--- RECORDS SUPPLIED Enclosed Below ---
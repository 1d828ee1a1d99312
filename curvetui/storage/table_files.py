"""Reading table files safely, and the user's table folders.

A table file is read only when it is a regular file (never a device, FIFO or folder: checked
with stat before opening, opened without blocking, checked again on the open file) of at most
MAX_TABLE_BYTES, and only as UTF-8 text (a byte-order mark is allowed; UTF-16 or Latin-1 text
is refused with "save it as UTF-8"). A file in a user folder that cannot be used is left out
and remembered with the reason (``skipped``), so one bad file never stops other commands.
"""

from __future__ import annotations

import os
import stat
import tomllib
from collections.abc import Callable
from pathlib import Path

MAX_TABLE_BYTES = 1_000_000  # 1 MB: the shipped tables are under 10 kB

# kind ("road" or "rail") -> {file: why it was left out}; refilled each time that kind loads
SKIPPED: dict[str, dict[str, str]] = {}


class TableError(ValueError):
    """A table file that cannot be used, or a table name that is not known."""


def _usable(path: str | Path, info: os.stat_result, limit: int, what: str) -> None:
    if stat.S_ISDIR(info.st_mode):
        raise TableError(f"{path}: cannot read: a folder, not a file")
    if not stat.S_ISREG(info.st_mode):
        raise TableError(f"{path}: not a regular file (a device or pipe), so it is not read")
    if info.st_size > limit:
        raise TableError(f"{path}: {info.st_size:,} bytes; a {what} may be at most {limit:,}")


def read_limited(path: str | Path, limit: int = MAX_TABLE_BYTES, what: str = "table file") -> bytes:
    """The bytes of a regular file of at most ``limit`` bytes; TableError otherwise."""
    try:
        # checked before opening, so a FIFO or device is never opened; again on the open
        # file, in case the name was swapped in between
        _usable(path, os.stat(path), limit, what)
        flags = os.O_RDONLY | getattr(os, "O_NONBLOCK", 0) | getattr(os, "O_NOCTTY", 0)
        fd = os.open(path, flags)
        with os.fdopen(fd, "rb") as fh:
            _usable(path, os.fstat(fh.fileno()), limit, what)
            data = fh.read(limit + 1)
    except FileNotFoundError:
        raise TableError(f"{path}: no such file") from None
    except OSError as exc:
        raise TableError(f"{path}: cannot read ({exc.strerror or exc})") from None
    except ValueError as exc:  # e.g. a NUL in the name
        if isinstance(exc, TableError):
            raise
        raise TableError(f"{path!r}: not a usable file name ({exc})") from None
    if len(data) > limit:
        raise TableError(f"{path}: grew past {limit:,} bytes while being read")
    return data


def decode_utf8(data: bytes, path: str | Path) -> str:
    """UTF-8 text (an initial byte-order mark dropped); TableError naming the fix otherwise."""
    if data.startswith((b"\xff\xfe", b"\xfe\xff")) or b"\x00" in data[:4096]:
        raise TableError(f"{path}: UTF-16 text; save it as UTF-8")
    try:
        return data.decode("utf-8").removeprefix("\ufeff")
    except UnicodeDecodeError as exc:
        raise TableError(
            f"{path}: not UTF-8 text (byte {exc.start + 1} is {data[exc.start]:#04x}; "
            "Latin-1 or another code page?); save it as UTF-8"
        ) from None


def read_table_file(path: str | Path) -> dict:
    """Parse one TOML table file, turning any fault into a TableError."""
    text = decode_utf8(read_limited(path), path)
    try:
        return tomllib.loads(text)
    except tomllib.TOMLDecodeError as exc:
        raise TableError(f"{path}: not valid TOML ({exc})") from None
    except RecursionError:
        raise TableError(f"{path}: not valid TOML (nested too deeply)") from None


def user_table_dirs() -> list[Path]:
    """Folders searched for the user's own table files."""
    env = os.environ.get("CURVETUI_TABLES")
    if env:
        return [Path(p) for p in env.split(os.pathsep) if p]
    return [Path.home() / ".config" / "curvetui" / "tables"]


def _why(exc: Exception, path: Path) -> str:
    text = str(exc).removeprefix(f"{path}: ").removeprefix(f"{path} ")
    return text if isinstance(exc, TableError) else f"{type(exc).__name__}: {text}"


def load_user_files(kind: str, section: str, parse: Callable[[dict, str], object]) -> list:
    """Parse every user file holding ``[section]`` with ``parse(data, path)``. A file that
    cannot be read, or parsed, or holds no table at all is left out and noted in
    SKIPPED[kind] with the reason."""
    skipped: dict[str, str] = {}
    SKIPPED[kind] = skipped
    found = []
    for folder in user_table_dirs():
        try:
            if not folder.is_dir():
                continue
            paths = sorted(folder.glob("*.toml"))
        except OSError as exc:
            skipped[str(folder)] = f"cannot list the folder ({exc.strerror or exc})"
            continue
        for path in paths:
            try:
                data = read_table_file(path)
                if not any(k in data for k in ("table", "limits", "signs")):
                    raise TableError(
                        f"{path}: none of [table], [limits], [signs]: not a table file"
                    )
                if section not in data:
                    continue  # the other kind's file
                head = data[section]
                if isinstance(head, dict) and head.get("kind", "road") not in (
                    "road",
                    "rail",
                    "signs",
                ):
                    raise TableError(f"{path}: 'kind' must be 'road' or 'rail'")
                if section == "table" and isinstance(head, dict) and head.get("kind") == "rail":
                    continue
                found.append(parse(data, str(path)))
            except Exception as exc:  # noqa: BLE001 - any fault in one user file: skip it, say why
                skipped[str(path)] = _why(exc, path)
    return found


def skipped_files() -> dict[str, str]:
    """Every user file left out so far (by the road or the rail loader), with why."""
    out: dict[str, str] = {}
    for kind in sorted(SKIPPED):
        out.update(SKIPPED[kind])
    return out
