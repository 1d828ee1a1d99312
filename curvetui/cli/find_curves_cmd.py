"""``curvetui find-curves IN -o REGISTER``: the curves of road or track centrelines.

Line features are read from GeoJSON, WKT in a CSV column, GeoPackage or Shapefile
(storage.centrelines), projected to a metric plane (finder.projection), searched for
curves (core.curve_finder) and written as a register (finder.register) that ``curvetui
batch`` checks. The summary goes to standard error."""

from __future__ import annotations

import argparse
import math
import os

from curvetui.cli.common import add_units_option
from curvetui.inputs import InputError

SPACING_RANGE = (0.1, 100.0)  # [m] resampling step the finder is asked for (no source)
DEFLECTION_RANGE = (0.0, 90.0)  # [degrees] a minimum deflection below 90 (no source)
MAX_JOBS = 256  # processes for --jobs


def add_parser(sub) -> None:
    p = sub.add_parser(
        "find-curves",
        help="find the curves of road or track centrelines (GeoJSON, WKT CSV, GeoPackage, "
        "Shapefile) and write a register for `batch`",
        description="Find the curves of the line features of IN (GeoJSON, .csv with a WKT "
        "column, GeoPackage .gpkg or Shapefile .shp) and write one register row per curve: "
        "stations, radius, deflection, direction, length, spirals, type and the fit's RMS "
        "offset. `curvetui batch REGISTER` then checks every curve. Longitude/latitude is "
        "projected to a transverse Mercator centred on each feature. Local road or rail "
        "authority standards govern; a qualified engineer must check every result.",
    )
    p.add_argument("input", help="the centreline file (read only, never changed)")
    p.add_argument(
        "-o",
        "--output",
        required=True,
        help="the register to write: .csv, or .parquet for Parquet (an existing file is "
        "kept as NAME.bak); - for CSV on standard output",
    )
    add_units_option(p)
    p.add_argument("--kind", choices=("road", "rail"), default="road", help="default road")
    g = p.add_argument_group("reading the file")
    g.add_argument("--id-field", metavar="PROP", help="the property that names each feature")
    g.add_argument("--layer", help="the GeoPackage layer to read (when it has several)")
    g.add_argument("--wkt-column", metavar="COLUMN", help="the CSV column holding the WKT")
    g.add_argument(
        "--crs",
        help="the coordinate system of the coordinates, when the file does not say it or "
        "says it wrongly: EPSG:4326, EPSG:27700, WKT or PROJ text, or plane-m, plane-ft, "
        "plane-usft for a local grid (metres, feet, US survey feet)",
    )
    f = p.add_argument_group("finding curves")
    f.add_argument(
        "--spacing",
        type=float,
        metavar="LENGTH",
        help="resampling step along each line, in the output length unit (default: the finder's)",
    )
    f.add_argument(
        "--min-deflection",
        type=float,
        metavar="DEGREES",
        help="curves turning less are dropped and counted (default: the finder's, 6 "
        "degrees: TxDOT's GPS method does not measure smaller ones reliably)",
    )
    s = p.add_argument_group("speeds for batch (in the output speed unit)")
    s.add_argument("--speed", type=float, help="one design speed for every curve")
    s.add_argument(
        "--speed-field",
        metavar="PROP",
        help="the property giving each feature's design speed (--speed where it is blank)",
    )
    s.add_argument(
        "--posted-field",
        metavar="PROP",
        help="the property giving the posted speed (road: for the signs); without --speed "
        "or --speed-field it is the speed checked too",
    )
    f.add_argument(
        "--jobs",
        type=int,
        default=1,
        metavar="N",
        help="search the features in N processes (default 1); the register is the same",
    )
    p.add_argument(
        "--keep",
        metavar="PROP,...",
        help="feature properties to carry into the register (comma-separated), e.g. a "
        "measured superelevation that batch then reads",
    )
    p.set_defaults(run=run)


def _keep_names(text: str | None) -> tuple[str, ...]:
    from curvetui.finder.register import COLUMNS

    if not text:
        return ()
    names = [n.strip() for n in text.split(",") if n.strip()]
    taken = {c.lower() for c in COLUMNS}
    clash = [n for n in names if n.lower() in taken]
    if clash:
        raise InputError(
            f"--keep: {', '.join(clash)} would clash with the register's own columns "
            f"({', '.join(COLUMNS)}); rename the property or leave it out"
        )
    if len({n.lower() for n in names}) != len(names):
        raise InputError("--keep: a property is named twice")
    return tuple(names)


def _settings(args, units):
    from curvetui.core.curve_finder import FinderSettings

    kwargs = {}
    if args.spacing is not None:
        lo, hi = (units.length_from_si(v) for v in SPACING_RANGE)
        if not (math.isfinite(args.spacing) and lo <= args.spacing <= hi):
            raise InputError(
                f"--spacing: must be {lo:g} to {hi:g} {units.length_label}, got {args.spacing}"
            )
        kwargs["spacing"] = units.length_to_si(args.spacing)
    if args.min_deflection is not None:
        lo, hi = DEFLECTION_RANGE
        if not (math.isfinite(args.min_deflection) and lo <= args.min_deflection < hi):
            raise InputError(
                f"--min-deflection: must be {lo:g} to under {hi:g} degrees, got "
                f"{args.min_deflection}"
            )
        kwargs["min_deflection"] = math.radians(args.min_deflection)
    return FinderSettings(**kwargs)


def _speeds(args, units):
    from curvetui.bend.fields import BY_KEY
    from curvetui.finder.register import SpeedSource

    if args.speed is not None:
        # a road's range is its design table's (batch checks it on every row)
        lo, hi = BY_KEY["speed"].allowed(args.kind, units) or (0.0, math.inf)
        if not (math.isfinite(args.speed) and lo < args.speed <= hi):
            top = f" and at most {hi:g} {units.speed_label}" if math.isfinite(hi) else ""
            raise InputError(
                f"--speed: must be above {lo:g}{top} for a {args.kind} curve, got {args.speed}"
            )
    if args.posted_field and args.kind == "rail":
        raise InputError("--posted-field: a posted speed is a road's (for its signs)")
    return SpeedSource(args.speed, args.speed_field, args.posted_field)


def _search(source, settings, kind, units, speeds, keep, jobs):
    """find_in_file with a progress bar on standard error when it is a terminal."""
    from rich.console import Console
    from rich.progress import BarColumn, MofNCompleteColumn, Progress, TextColumn, TimeElapsedColumn

    from curvetui.finder.run import find_in_file

    err = Console(stderr=True, highlight=False)
    progress = Progress(
        TextColumn("finding curves"),
        BarColumn(),
        MofNCompleteColumn(),
        TimeElapsedColumn(),
        console=err,
        transient=True,
        disable=not err.is_terminal,
    )
    task = progress.add_task("features", total=len(source.features))
    with progress:
        return find_in_file(
            source, settings, kind, units, speeds, keep,
            tick=lambda n: progress.update(task, completed=n), jobs=jobs,
        )  # fmt: skip


def run(args: argparse.Namespace) -> int:
    from curvetui.core.units import unit_system
    from curvetui.finder.register import COLUMNS
    from curvetui.storage.centrelines import read_centrelines
    from curvetui.storage.curve_register import write_register

    units = unit_system(args.units)
    speeds = _speeds(args, units)
    keep = _keep_names(args.keep)
    settings = _settings(args, units)
    if not 1 <= args.jobs <= MAX_JOBS:
        raise InputError(f"--jobs: must be 1 to {MAX_JOBS}, got {args.jobs}")
    if args.output != "-" and os.path.exists(args.output) and os.path.exists(args.input):
        if os.path.samefile(args.input, args.output):
            raise InputError(f"{args.output}: the register would overwrite the input")
    source = read_centrelines(
        args.input,
        layer=args.layer,
        wkt_column=args.wkt_column,
        id_field=args.id_field,
        crs=args.crs,
    )
    if not source.features:
        why = "; ".join(f"{n} {reason}" for reason, n in source.skipped.items()) or "none"
        raise InputError(f"{args.input}: holds no line features (skipped: {why}); nothing written")
    result = _search(source, settings, args.kind, units, speeds, keep, args.jobs)
    columns = [c for c in COLUMNS if c != "posted_speed" or speeds.posted_field] + list(keep)
    if args.output == "-":
        import sys

        from curvetui.storage.curve_register import csv_bytes

        sys.stdout.buffer.write(csv_bytes(columns, result.rows))
        sys.stdout.buffer.flush()
    else:
        write_register(args.output, columns, result.rows)
    from curvetui.cli.find_curves_summary import print_summary

    print_summary(args, source, result, settings, units, speeds)
    from curvetui.cli import INTERNAL_ERROR

    return INTERNAL_ERROR if result.finder_failures else 0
--- End of Enclosed RECORDS SUPPLIED ---
In the entries above, one line contains "for a local" and another contains "for batch (in". Reproduce exactly those two lines and the lines between them, nothing else.

        "plane-usft for a local grid (metres, feet, US survey feet)",
    )
    f = p.add_argument_group("finding curves")
    f.add_argument(
        "--spacing",
        type=float,
        metavar="LENGTH",
        help="resampling step along each line, in the output length unit (default: the finder's)",
    )
    f.add_argument(
        "--min-deflection",
        type=float,
        metavar="DEGREES",
        help="curves turning less are dropped and counted (default: the finder's, 6 "
        "degrees: TxDOT's GPS method does not measure smaller ones reliably)",
    )
    s = p.add_argument_group("speeds for batch (in the output speed unit)")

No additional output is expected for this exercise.